#### WHAT YOU ARE ASKED TO DO:
Where the records below show a line containing "AlertLogOptions alert_log;", start copying; end with the line containing "int shards = 0;", and copy it too.

• • • •

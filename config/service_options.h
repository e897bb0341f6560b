// The daemon's own settings (`plumbline serve`): listeners, shards, the state
// directory, inputs and alert sinks. Plain value types with their defaults in
// the structs, so that a config holding only `series:` (DESIGN.md's minimal
// form) gives a working daemon on loopback. config/config.h maps the YAML onto
// these structs; each IsValid states its one-line rules, and the first word of
// every rule names the key it is about (the loader places the error there).
// Thread-compatible: built once, then shared read-only.
//
//   listeners:
//     tcp:  {address: 127.0.0.1, port: 7411, idle_timeout: 5m,
//            max_connections: 1024, max_line_bytes: 4096, enabled: true}
//     http: {address: 127.0.0.1, port: 7412, max_body_bytes: 16777216, enabled: true}
//     (each may add tls: {certificate_file: server.pem, key_file: server.key})
//   shards: 0                      # 0 = one per core
//   queue_batches: 64              # per shard; a full queue slows the inputs
//   max_series: 1000000            # new series beyond this are refused
//   recent_points: 240             # per series, for the status page (0: none)
//   storage:
//     directory: plumbline-state   # offsets and default sink files live here
//     checkpoint_every: 5m         # series state saved this often and at shutdown (0: never,
//                                  # and no write-ahead log either)
//     http_ingest: durable         # durable: POST /v1/readings answers once its readings
//                                  # are in the fsynced write-ahead log; fast: at once
//   inputs:
//     files:                       # followed like `tail -F`
//       - path: /var/log/coldstore/readings.csv
//         start_at: beginning      # beginning | end (first run only)
//     kafka: {...}                 # a consumer group (config/stream_options.h)
//     mqtt: {...}                  # an MQTT subscriber (config/stream_options.h)
//   sinks:
//     alert_log: {path: alerts.jsonl, enabled: true}   # default <directory>/alerts.jsonl
//     webhook: {url: http://127.0.0.1:9000/alerts, attempts: 8, backoff: 500ms,
//               backoff_max: 30s, timeout: 5s, queue: 1000,
//               dead_letter: webhook-dead-letter.jsonl, min_severity: page}
//     stdout: true                 # one readable line per alert; or
//                                  # {enabled: true, min_severity: notify}
//     (each sink's min_severity: record | notify | page, default record = all;
//      see detectors/severity.h)
//     events: false                # also send resume, retrain and meter-reset events
//   metrics:
//     series_limit: 100            # per-series detector gauges for at most this many
//   shutdown_timeout: 10s
//   max_time_ahead: 1d             # readings later than the clock plus this are refused
//   ingest_memory_bytes: 67108864  # readings in flight to the shards; beyond, inputs wait
//   access:                        # bearer token for HTTP and TCP ingest (off if unset)
//     token_file: /etc/plumbline/token   # or token_env: PLUMBLINE_TOKEN
//
// Relative paths are relative to the daemon's working directory, except the
// sink files (`alert_log.path`, `webhook.dead_letter`), which are relative to
// the state directory.
#pragma once

#include <cstddef>
#include <optional>
#include <string>
#include <string_view>
#include <vector>

#include "config/stream_options.h"
#include "detectors/event_time.h"
#include "detectors/severity.h"

namespace plumbline {

// A listener's TLS (daemon/tls.h): off while both files are unset. A
// listener with TLS takes TLS connections only (1.2 or later).
struct TlsOptions {
  std::string certificate_file;  // PEM certificate chain
  std::string key_file;          // PEM private key

  bool enabled() const { return !certificate_file.empty() || !key_file.empty(); }
  // Rules: certificate_file and key_file both set or both unset.
  bool IsValid(std::string* why) const;
};

// The line listener: one reading per line (DESIGN.md "Readings").
struct TcpListenerOptions {
  bool enabled = true;
  std::string address = "127.0.0.1";              // loopback unless told otherwise
  int port = 7411;                                // 0: any free port (logged at start)
  EventTime idle_timeout = 5 * kMicrosPerMinute;  // a silent connection is closed
  int max_connections = 1024;                     // more are accepted and closed at once
  std::size_t max_line_bytes = 4096;  // a longer line is refused, not the connection
  TlsOptions tls;

  // Rules: address non-empty; port in [0, 65535]; idle_timeout positive;
  // max_connections in [1, 100000]; max_line_bytes in [64, 16777216]; tls valid.
  bool IsValid(std::string* why) const;
};

// The HTTP API (`POST /v1/readings`, `GET /v1/...`, `/metrics`).
struct HttpListenerOptions {
  bool enabled = true;
  std::string address = "127.0.0.1";
  int port = 7412;                         // 0: any free port
  std::size_t max_body_bytes = 16u << 20;  // a larger request body is refused
  TlsOptions tls;

  // Rules: address non-empty; port in [0, 65535]; max_body_bytes in
  // [1024, 1073741824]; tls valid.
  bool IsValid(std::string* why) const;
};

// When HTTP ingest answers: after the write-ahead log's fsync, or at once.
enum class IngestAck { kDurable, kFast };
std::string_view ToString(IngestAck ack);
std::optional<IngestAck> IngestAckFromString(std::string_view text);
std::string_view IngestAckChoices();  // "durable | fast"

enum class StartAt { kBeginning, kEnd };
std::string_view ToString(StartAt start_at);
std::optional<StartAt> StartAtFromString(std::string_view text);
std::string_view StartAtChoices();  // "beginning | end"

// A file followed as it grows, through rotation and truncation.
struct FileInputOptions {
  std::string path;
  // Where to begin when the state directory knows no offset for this file.
  StartAt start_at = StartAt::kBeginning;
  EventTime poll_interval = 200 * 1000;  // 200 ms between looks at the file

  // Rules: path non-empty; poll_interval in [1ms, 1m].
  bool IsValid(std::string* why) const;
};

// JSON lines, appended and fsynced; a failure is sticky and makes the daemon
// not ready.
struct AlertLogOptions {
  bool enabled = true;
  std::string path = "alerts.jsonl";     // relative: inside the state directory
  Severity min_severity = Severity::kRecord;  // less urgent alerts are not written
  bool IsValid(std::string* why) const;  // path non-empty when enabled
};

// HTTP POST of each alert as one JSON object. Off while `url` is empty.
struct WebhookOptions {
  std::string url;                 // http://host[:port][/path]; https is not supported
  int attempts = 8;                // tries per alert before the dead-letter file
  EventTime backoff = 500 * 1000;  // wait before the 2nd try; doubles each try
  EventTime backoff_max = 30 * kMicrosPerSecond;  // cap on one wait (before jitter)
  EventTime timeout = 5 * kMicrosPerSecond;       // per try: connect, send, answer
  int queue = 1000;  // alerts waiting; beyond, straight to dead letter
  std::string dead_letter = "webhook-dead-letter.jsonl";  // relative: state directory
  Severity min_severity = Severity::kRecord;  // less urgent alerts are not sent

  bool enabled() const { return !url.empty(); }
  // Rules: url empty or http://host[:port][/path]; attempts in [1, 100];
  // backoff and backoff_max positive with backoff <= backoff_max; timeout in
  // (0, 10m]; queue in [1, 1000000]; dead_letter non-empty.
  bool IsValid(std::string* why) const;
};

// The parts of an http:// URL the webhook needs. False for anything else.
struct HttpUrl {
  std::string host;
  std::string port = "80";
  std::string target = "/";
};
bool ParseHttpUrl(std::string_view url, HttpUrl* out, std::string* why = nullptr);

struct SinkOptions {
  AlertLogOptions alert_log;
  WebhookOptions webhook;
  bool to_stdout = true;  // key `stdout` (or stdout.enabled)
  Severity stdout_min_severity = Severity::kRecord;  // key stdout.min_severity
  bool events = false;    // also send resume, retrain and meter-reset events
  KafkaSinkOptions kafka;  // key sinks.kafka
  bool IsValid(std::string* why) const;
};

// Who may talk to the daemon: with a token set, every HTTP request but
// /healthz needs `Authorization: Bearer <token>` (else 401), and every TCP
// connection must send `token <token>` as its first line (else it is closed).
struct AccessOptions {
  std::string token_file;  // a file whose first line is the token
  std::string token_env;   // or the environment variable holding it

  bool enabled() const { return !token_file.empty() || !token_env.empty(); }
  // Rules: not both token_file and token_env.
  bool IsValid(std::string* why) const;
};

struct ServiceOptions {
  TcpListenerOptions tcp;
  HttpListenerOptions http;
  int shards = 0;          // 0: std::thread::hardware_concurrency()
  int queue_batches = 64;  // per shard; each batch holds at most 1024 readings
  std::size_t max_series = 1'000'000;
  // Readings (with their forecasts) kept per series for the status page and
  // GET /v1/series/{name}: 24 bytes each; 0 keeps none.
  std::size_t recent_points = 240;
  std::string state_directory = "plumbline-state";
  // Series state is checkpointed this often and at shutdown, and restored
  // at start (daemon/checkpoint.h); 0: never (every restart relearns).
  EventTime checkpoint_every = 5 * kMicrosPerMinute;
  IngestAck http_ingest = IngestAck::kDurable;  // key storage.http_ingest
  std::vector<FileInputOptions> files;
  KafkaInputOptions kafka;  // key inputs.kafka
  MqttInputOptions mqtt;    // key inputs.mqtt
  SinkOptions sinks;
  int metrics_series_limit = 100;  // key metrics.series_limit
  EventTime shutdown_timeout = 10 * kMicrosPerSecond;
  // TCP and HTTP readings stamped more than this after the wall clock are
  // refused (time_in_future): one would make every later reading of its
  // series look late.
  EventTime max_time_ahead = kMicrosPerDay;
  // Bytes of readings in flight between the inputs and the shards (queued
  // batches, HTTP bodies being ingested). At the bound, TCP and file reads
  // pause and HTTP ingest answers 503 with Retry-After.
  std::size_t ingest_memory_bytes = 64u << 20;
  AccessOptions access;

  // Rules: each part valid; shards in [0, 256]; queue_batches in [1, 65536];
  // max_series >= 1; recent_points in [0, 4096]; state_directory non-empty;
  // metrics_series_limit in [0, 100000]; shutdown_timeout in (0, 10m]; no file
  // path given twice; with inputs.kafka, checkpoint_every 0 (the input keeps
  // each partition's state where every instance finds it).
  bool IsValid(std::string* why) const;
  // The shard count to run: `shards`, or the number of cores when 0.
  int EffectiveShards() const;
  // A sink file's path: as given when absolute, else inside the state directory.
  std::string InStateDirectory(const std::string& path) const;
};

// Lines that `plumbline check` prints about the service settings, e.g.
// "listeners: tcp 127.0.0.1:7411, http 127.0.0.1:7412".
std::vector<std::string> DescribeService(const ServiceOptions& options);

}  // namespace plumbline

• • • •

#### WRITTEN RESPONSE:
  AlertLogOptions alert_log;
  WebhookOptions webhook;
  bool to_stdout = true;  // key `stdout` (or stdout.enabled)
  Severity stdout_min_severity = Severity::kRecord;  // key stdout.min_severity
  bool events = false;    // also send resume, retrain and meter-reset events
  KafkaSinkOptions kafka;  // key sinks.kafka
  bool IsValid(std::string* why) const;
};

// Who may talk to the daemon: with a token set, every HTTP request but
// /healthz needs `Authorization: Bearer <token>` (else 401), and every TCP
// connection must send `token <token>` as its first line (else it is closed).
struct AccessOptions {
  std::string token_file;  // a file whose first line is the token
  std::string token_env;   // or the environment variable holding it

  bool enabled() const { return !token_file.empty() || !token_env.empty(); }
  // Rules: not both token_file and token_env.
  bool IsValid(std::string* why) const;
};

struct ServiceOptions {
  TcpListenerOptions tcp;
  HttpListenerOptions http;
  int shards = 0;          // 0: std::thread::hardware_concurrency()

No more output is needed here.